# --------------------------------------------------------------------------------------------
# temperature

# King, Boyson & Kratochvil 2004, SAND2004-3535, table 1: (a, b, deltaT) for
# T_m = E exp(a + b WS) + T_a and T_c = T_m + E/1000 deltaT, WS at 10 m.
SAPM_TABLE: dict[str, tuple[float, float, float]] = {
    "glass_glass/open_rack": (-3.47, -0.0594, 3.0),
    "glass_glass/close_roof": (-2.98, -0.0471, 1.0),
    "glass_polymer/open_rack": (-3.56, -0.0750, 3.0),
    "glass_polymer/insulated_back": (-2.81, -0.0455, 0.0),
}
# The table has no row for two of our combinations; the mounting dominates the heat loss, so
# each takes the row of the same mounting with the other back sheet (our choice, no source).
SAPM_SUBSTITUTES = {
    "glass_polymer/close_roof": "glass_glass/close_roof",
    "glass_glass/insulated_back": "glass_polymer/insulated_back",
}


def sapm_parameters(mounting: str, construction: str) -> tuple[float, float, float]:
    """(a, b, deltaT) of King et al. 2004, table 1, for a mounting and a construction.

    Parameters
    ----------
    mounting : str
        ``open_rack``, ``close_roof`` or ``insulated_back``.
    construction : str
        ``glass_glass`` or ``glass_polymer``.

    References
    ----------
    King, D. L., Boyson, W. E., Kratochvil, J. A. (2004). Photovoltaic array performance model.
    SAND2004-3535, Sandia National Laboratories, table 1 (eqs. 11-12).
    """
    key = f"{construction}/{mounting}"
    return SAPM_TABLE[SAPM_SUBSTITUTES.get(key, key)]


def cell_temperature(poa_global: pd.Series, temp_air: pd.Series, wind_speed: pd.Series,
                     mounting: str = "open_rack", construction: str = "glass_polymer",
                     model: str = "sapm", temp_module: pd.Series | None = None) -> pd.Series:
    """Cell temperature from back-of-module temperature where measured, else from weather.

    With a measured back-of-module temperature T_m: T_c = T_m + E/1000 ΔT (King et al. 2004,
    eq. 12), ΔT from the SAPM table for the mounting. Where it is missing (or not measured):
    ``sapm``: T_m = E exp(a + b WS) + T_a (eq. 11) then eq. 12; ``faiman``:
    T_c = T_a + E/(U0 + U1 WS), U0 25.0 W/(m^2 K), U1 6.84 W s/(m^3 K) (Faiman 2008).

    Parameters
    ----------
    poa_global : pandas.Series
        Plane-of-array irradiance [W/m^2].
    temp_air : pandas.Series
        Ambient temperature [C].
    wind_speed : pandas.Series
        Wind speed [m/s] (SAPM: at 10 m).
    mounting, construction : str
        See :func:`sapm_parameters`.
    model : str
        ``sapm`` or ``faiman``.
    temp_module : pandas.Series, optional
        Measured back-of-module temperature [C].

    References
    ----------
    King, D. L., Boyson, W. E., Kratochvil, J. A. (2004). SAND2004-3535, eqs. 11-12, table 1.
    Faiman, D. (2008). Assessing the outdoor operating temperature of photovoltaic modules.
    Prog. Photovolt. 16(4), 307-315, eq. 8 (from memory).
    """
    a, b, delta_t = sapm_parameters(mounting, construction)
    if model == "sapm":
        est = pvlib.temperature.sapm_cell(poa_global, temp_air, wind_speed, a, b, delta_t)
    elif model == "faiman":
        est = pvlib.temperature.faiman(poa_global, temp_air, wind_speed)
    else:
        raise ValueError(f"unknown temperature model {model!r}")
    if temp_module is None:
        return est
    from_module = pvlib.temperature.sapm_cell_from_module(temp_module, poa_global, delta_t)
    return from_module.fillna(est)


def poa_from_module_temperature(temp_module: pd.Series, temp_air: pd.Series,
                                wind_speed: pd.Series, a: float, b: float) -> pd.Series:
    """Plane-of-array irradiance [W/m^2] that a back-of-module temperature implies.

    King et al. 2004, eq. 11, T_m = E exp(a + b WS) + T_a, solved for E:
    E = (T_m - T_a) / exp(a + b WS). Steady state: the module lags the irradiance by some
    minutes, so the estimate is meant for sums over a day, not single intervals.

    Parameters
    ----------
    temp_module : pandas.Series
        Back-of-module temperature [C].
    temp_air : pandas.Series
        Ambient temperature [C].
    wind_speed : pandas.Series
        Wind speed [m/s] (at 10 m).
    a, b : float
        SAPM coefficients [-] and [s/m] (:func:`sapm_parameters`).

    References
    ----------
    King, D. L., Boyson, W. E., Kratochvil, J. A. (2004). SAND2004-3535, eq. 11, table 1.
    """
    return (temp_module - temp_air) / np.exp(a + b * wind_speed)


# --------------------------------------------------------------------------------------------
# DC and AC


def age_factor(times: pd.DatetimeIndex, commissioned: dt.date,
               rate_pct_per_year: float) -> np.ndarray:
    """Age allowance (1 - r)^years since commissioning (1 before it) [-].

    Parameters
    ----------
    times : pandas.DatetimeIndex
        UTC instants.
    commissioned : datetime.date
        Commissioning date (taken at 00:00 UTC).
    rate_pct_per_year : float
        Degradation allowance [%/year].
    """
    start = pd.Timestamp(commissioned, tz="UTC")
    years = ((times - start) / pd.Timedelta(days=365.25)).to_numpy(dtype=float)
    return (1.0 - rate_pct_per_year / 100.0) ** np.clip(years, 0.0, None)


def dc_power(effective_irradiance: pd.Series, temp_cell: pd.Series, pdc0: float,
             gamma_pdc: float, loss_factor: float | np.ndarray = 1.0) -> pd.Series:
    """DC power by the linear temperature model of Dobos 2014, with design losses.

    P = P_dc0 · G_eff/1000 · (1 + γ (T_c - 25)) · f_loss.

    Parameters
    ----------
    effective_irradiance : pandas.Series
        Irradiance reaching the cells [W/m^2].
    temp_cell : pandas.Series
        Cell temperature [C].
    pdc0 : float
        DC rating at 1000 W/m^2 and 25 C [W].
    gamma_pdc : float
        Temperature coefficient of power [1/C], e.g. -0.0037.
    loss_factor : float or numpy.ndarray
        Product of (1 - loss) over the DC losses and the age allowance [-].

    References
    ----------
    Dobos, A. P. (2014). NREL technical report on a simple yield model, NREL/TP-6A20-62641,
    eq. 1 (report number from memory).
    """
    return pdc0 * effective_irradiance / 1000.0 * (1.0 + gamma_pdc * (temp_cell - 25.0)) \
        * loss_factor


# cell technologies with a spectral correction: the site file's name -> pvlib's module type
SPECTRAL_TECHNOLOGIES = {"mono_si": "monosi", "multi_si": "multisi", "cdte": "cdte",
                         "cigs": "cigs", "a_si": "asi"}
LOW_LIGHT_IRRADIANCE = 200.0  # [W/m^2] where a datasheet states the low-light efficiency


def spectral_factor_lee_panchula(airmass_absolute: pd.Series, technology: str,
                                 precipitable_water: float) -> pd.Series:
    """Spectral factor of a cell technology against the AM1.5 reference spectrum [-].

    M = c0 + c1 AMa + c2 W + c3 sqrt(AMa) + c4 sqrt(W) + c5 AMa/sqrt(W), with the technology's
    coefficients (pvlib's ``spectral_factor_firstsolar``, air mass limited to 10); 1 where the
    sun is down (air mass NaN).

    Parameters
    ----------
    airmass_absolute : pandas.Series
        Pressure-corrected air mass [-].
    technology : str
        A key of :data:`SPECTRAL_TECHNOLOGIES`.
    precipitable_water : float
        Atmospheric precipitable water [cm].

    References
    ----------
    Lee, M., Panchula, A. (2016). Spectral correction for photovoltaic module performance based
    on air mass and precipitable water. Proc. 43rd IEEE PVSC, 1351-1356.
    """
    am = airmass_absolute.to_numpy(dtype=float)
    day = np.isfinite(am)
    out = np.ones(len(am))
    if day.any():
        with warnings.catch_warnings():
            warnings.simplefilter("ignore")  # pvlib warns when it limits the air mass
            out[day] = pvlib.spectrum.spectral_factor_firstsolar(
                np.full(int(day.sum()), precipitable_water), am[day],
                SPECTRAL_TECHNOLOGIES[technology])
    return pd.Series(out, index=airmass_absolute.index)


def relative_efficiency_low_light(effective_irradiance: pd.Series, low_light_loss_pct: float
                                  ) -> pd.Series:
    """Module efficiency relative to its value at 1000 W/m^2 [-], logarithmic in irradiance.

    eta_rel = 1 + k ln(G/1000), k = (L/100)/ln(1000/200), so that the efficiency at 200 W/m^2
    is L percent below its STC value (the figure module datasheets state, EN 50380); 1 at and
    above 1000 W/m^2, never below 0.

    Parameters
    ----------
    effective_irradiance : pandas.Series
        Irradiance reaching the cells [W/m^2].
    low_light_loss_pct : float
        Relative efficiency loss at 200 W/m^2 and 25 C [%].

    References
    ----------
    Evans, D. L. (1981). Simplified method for predicting photovoltaic array output. Solar
    Energy 27(6), 555-560 (the logarithmic irradiance term; from memory).
    """
    k = low_light_loss_pct / 100.0 / math.log(1000.0 / LOW_LIGHT_IRRADIANCE)
    g = effective_irradiance.clip(lower=1e-9, upper=1000.0)
    return (1.0 + k * np.log(g / 1000.0)).clip(lower=0.0)


def stc_equivalent_irradiance(effective_irradiance: pd.Series, spectral_factor: pd.Series | float,
                              low_light_loss_pct: float) -> pd.Series:
    """The irradiance at which the module, at its STC efficiency, makes the power it makes
    under ``effective_irradiance`` [W/m^2]: the spectral factor, then the relative
    efficiency at the irradiance that reaches the cells (:func:`relative_efficiency_low_light`).
    """
    g = effective_irradiance * spectral_factor
    if low_light_loss_pct == 0:
        return g
    return g * relative_efficiency_low_light(g, low_light_loss_pct)


def part_load_efficiency(pdc: pd.Series | np.ndarray, pdc0: float, eta_inv_nom: float,
                         eta_inv_ref: float = 0.9637) -> np.ndarray:
    """Inverter efficiency at part load by the curve of Dobos 2014 [-].

    η = (η_nom/η_ref)(-0.0162 ζ - 0.0059/ζ + 0.9858), ζ = P_dc/P_dc0, P_dc0 = P_ac0/η_nom;
    0 where the formula goes negative (below the inverter's start) and where P_dc ≤ 0.

    Parameters
    ----------
    pdc : array-like
        DC input power [W].
    pdc0 : float
        DC input at the AC rating, P_ac0/η_nom [W].
    eta_inv_nom : float
        Nominal efficiency [-].
    eta_inv_ref : float
        Reference efficiency of the curve [-].

    References
    ----------
    Dobos, A. P. (2014). NREL technical report on a simple yield model, NREL/TP-6A20-62641,
    eqs. 10-11 (report and equation numbers from memory).
    """
    pdc = np.asarray(pdc, dtype=float)
    with np.errstate(divide="ignore", invalid="ignore", over="ignore"):
        zeta = pdc / pdc0
        eta = eta_inv_nom / eta_inv_ref * (-0.0162 * zeta - 0.0059 / zeta + 0.9858)
    return np.where(pdc > 0, np.clip(eta, 0.0, None), np.where(np.isnan(pdc), np.nan, 0.0))


def ac_power(pdc: pd.Series, pac0: float, eta_inv_nom: float, night_tare: float = 0.0
             ) -> pd.DataFrame:
    """AC power of an inverter: unlimited (``ac_potential``) and clipped at the rating (``ac``).

    P_ac,potential = η(ζ) P_dc (:func:`part_load_efficiency`); P_ac = min(P_ac,potential,
    P_ac0); where the inverter does not run (no AC output) both are -``night_tare``.

    Parameters
    ----------
    pdc : pandas.Series
        DC power [W].
    pac0 : float
        AC rating [W].
    eta_inv_nom : float
        Nominal efficiency [-].
    night_tare : float
        Consumption when not operating [W].

    References
    ----------
    Dobos, A. P. (2014). NREL technical report on a simple yield model, NREL/TP-6A20-62641
    (report number from memory).
    """
    pot = part_load_efficiency(pdc, pac0 / eta_inv_nom, eta_inv_nom) * np.asarray(pdc)
    off = pot <= 0
    pot = np.where(off, -night_tare, pot)
    return pd.DataFrame({"ac_potential": pot, "ac": np.minimum(pot, pac0)}, index=pdc.index)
....
> _ACTION ITEM_: Scan the entries above for the string "spectrum" and copy each line that contains it.

> _COMPLETED EXERCISE_:
    """Spectral factor of a cell technology against the AM1.5 reference spectrum [-].
            out[day] = pvlib.spectrum.spectral_factor_firstsolar(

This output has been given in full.